Skewness in a graph of data

1.4k Views Asked by At

It seems counter-intuitive to me that a graph that is skewed right actually has more data values on the left side (and vice-versa), like in this image:

enter image description here

I don't get how the term "skewed right" appropriately fits such a graph, because clearly it should be considered biased towards the left due to the higher number of data points on that side, and hence skewed towards the left instead.

Why is such a graph instead considered to be skewed towards to the right, or in other words, what is being skewed towards the right to give it this name.

2

There are 2 best solutions below

0
On BEST ANSWER

Intuitively, 'skewness' is defined so that it is in the the direction of the extreme tail, if there is one. (The technical reason is mentioned in the second comment--and just this minute--Answer by @muaddib.) If the distribution has a hump or 'mode', that is usually in the opposite direction from the skewness.

Statistics often uses ordinary English words and gives them special technical meanings. Whenever you see a word in bold or colored type in a statistics book, you should take care to notice its exact technical meaning.

In plain English 'skewed' has meanings like 'turned or viewed from the side.' In geometry 'skewed' has a different technical definition than in plain English and totally different from the one in statistics.

In your question, you used the word 'bias' in its ordinary English sense. In statistics 'bias' also has a special technical meaning that you will probably learn later.

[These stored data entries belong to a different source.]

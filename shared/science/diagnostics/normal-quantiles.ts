import { normalQuantile } from '../numeric/distributions'

export interface QuantilePoint {
  /** quantile of the standard normal distribution [1] */
  expected: number
  /** residual over the residual standard deviation [1] */
  observed: number
}

/**
 * Residuals in order against the normal quantiles of their ranks, at the plotting positions (i − 3/8)/(n + 1/4).
 *
 * @param residuals measured − fitted, of equal variance [K]
 * @param scale their standard deviation [K]
 * @source G. Blom, Statistical Estimates and Transformed Beta-Variables (1958), from memory
 */
export function normalQuantiles(residuals: readonly number[], scale: number): QuantilePoint[] {
  const ordered = [...residuals].sort((a, b) => a - b)
  return ordered.map((residual, index) => ({
    expected: normalQuantile((index + 1 - 0.375) / (ordered.length + 0.25)),
    observed: residual / scale,
  }))
}
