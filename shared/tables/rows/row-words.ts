import { quoted, taken, undecided, type Finding, type ReadCell } from '../readers/finding'
import { fold } from '../cells/fold'
import { isDoubt } from '../columns/header-words'
import { keptFinding } from './kept-rows'
import { columnFor, columnsFor, isMeasured } from '../columns/plan'
import { readWords } from '../readers/others'
import type { RowContext } from './row-context'
import { saltAmong, saltOf } from '../cells/salt-cache'
import type { FoundReading } from '../types'

/** A row without any number where numbers are measured is a remark, or names the salt of the rows below it. */
export function wordsOnly(cells: readonly ReadCell[], { plan }: RowContext): Finding | null {
  const measured = plan.columns.filter(isMeasured)
  if (measured.length === 0 || measured.some(({ index }) => /\d/.test(cells[index]?.text ?? '') && saltOf(cells[index]?.text ?? '').kind !== 'salt')) return null
  const texts = cells.filter(cell => cell.text.trim() !== '').map(cell => cell.text)
  if (texts.length === 1 && !columnFor(plan, 'salt') && saltAmong(texts[0] ?? '') !== null) return keptFinding('remark', 'Names the salt of the rows below', 'Kept with the file, not a reading.')
  const hasPoint = columnsFor(plan, 'cloud-point').some(({ index }) => cells[index]?.text.trim() !== '')
  const hasSalt = columnFor(plan, 'salt') !== undefined && cells[columnFor(plan, 'salt')?.index ?? -1]?.text.trim() !== ''
  // A salt without its numbers is an unfinished row, told further on; so is a word where a cloud point belongs.
  return hasPoint && hasSalt ? null : keptFinding('remark', 'No numbers', 'Kept with the file, not a reading.')
}

/** Words beyond the last column follow the note; numbers there mean that the columns have slipped. */
export function raggedFinding(cells: readonly ReadCell[], { plan, width, head }: RowContext): Finding[] {
  const extra = cells.slice(width).filter(cell => cell.text.trim() !== '')
  if (extra.length === 0 || !head.header) return []
  const isNote = plan.columns[width - 1]?.meaning === 'note' && extra.every(cell => /\p{L}/u.test(cell.text))
  const message = `${width + extra.length} cells under ${width} headings`
  if (isNote) return [taken(width, 'ragged', message, 'The words behind the last column are joined to the note.')]
  return [undecided(width, 'ragged', message, `Check that every cell stands under its heading. Agree to take the first ${width} as they stand, or leave the row out.`)]
}

/** Batch, note and reason of a row, and whether its note sounds like a reason. */
export function wordsOfRow(cells: readonly ReadCell[], { plan, width }: RowContext): { value: Pick<FoundReading, 'batch' | 'note' | 'setAside'>, findings: Finding[] } {
  const textOf = (meaning: 'batch' | 'set-aside') => {
    const column = columnFor(plan, meaning)
    return column ? readWords(cells[column.index]) : null
  }
  const notes = columnsFor(plan, 'note')
  const beyond = notes.some(({ index }) => index === width - 1) ? cells.slice(width) : []
  const note = [...notes.map(({ index }) => cells[index]), ...beyond].map(readWords).filter(text => text !== null).join('; ')
  const setAside = textOf('set-aside')
  const doubted = setAside === null && !plan.isOwnExport ? notes.find(({ index }) => isDoubt(fold(cells[index]?.text ?? ''))) : undefined
  const findings = doubted
    ? [taken(doubted.index, 'remark', 'Remark may be a reason', `${quoted(cells[doubted.index]?.text ?? '')} suggests setting this reading aside. Imported as it is; decide in the series.`)]
    : []
  return { value: { batch: textOf('batch'), note: note === '' ? null : note, setAside }, findings }
}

A couple of other English words, among many, with special technical meanings in statistics are 'correlated' and 'independent'.

1
On

It's an often made mistake that the median is to the left of the mean in a skewed right distribution. This page amstat.org/publications/jse/v13n2/vonhippel.html mentions counterexamples including the poisson distribution for small λ.

The definition involves the quantity $E[(X−\mu)^3]$. If that value is positive, it is saying something like the mass is further off on the RHS. The $X^3$ emphasizes larger differences of distance. In your above picture, note the fat tail on the RHS. On the LHS most of the mass is concentrated at small values to the left of the mean.

I might be helpful to ask: If $X$ is discrete, with several outcomes, and you hold the mean fixed, what can you do to the locations/sizes of the outcomes to increase the skew.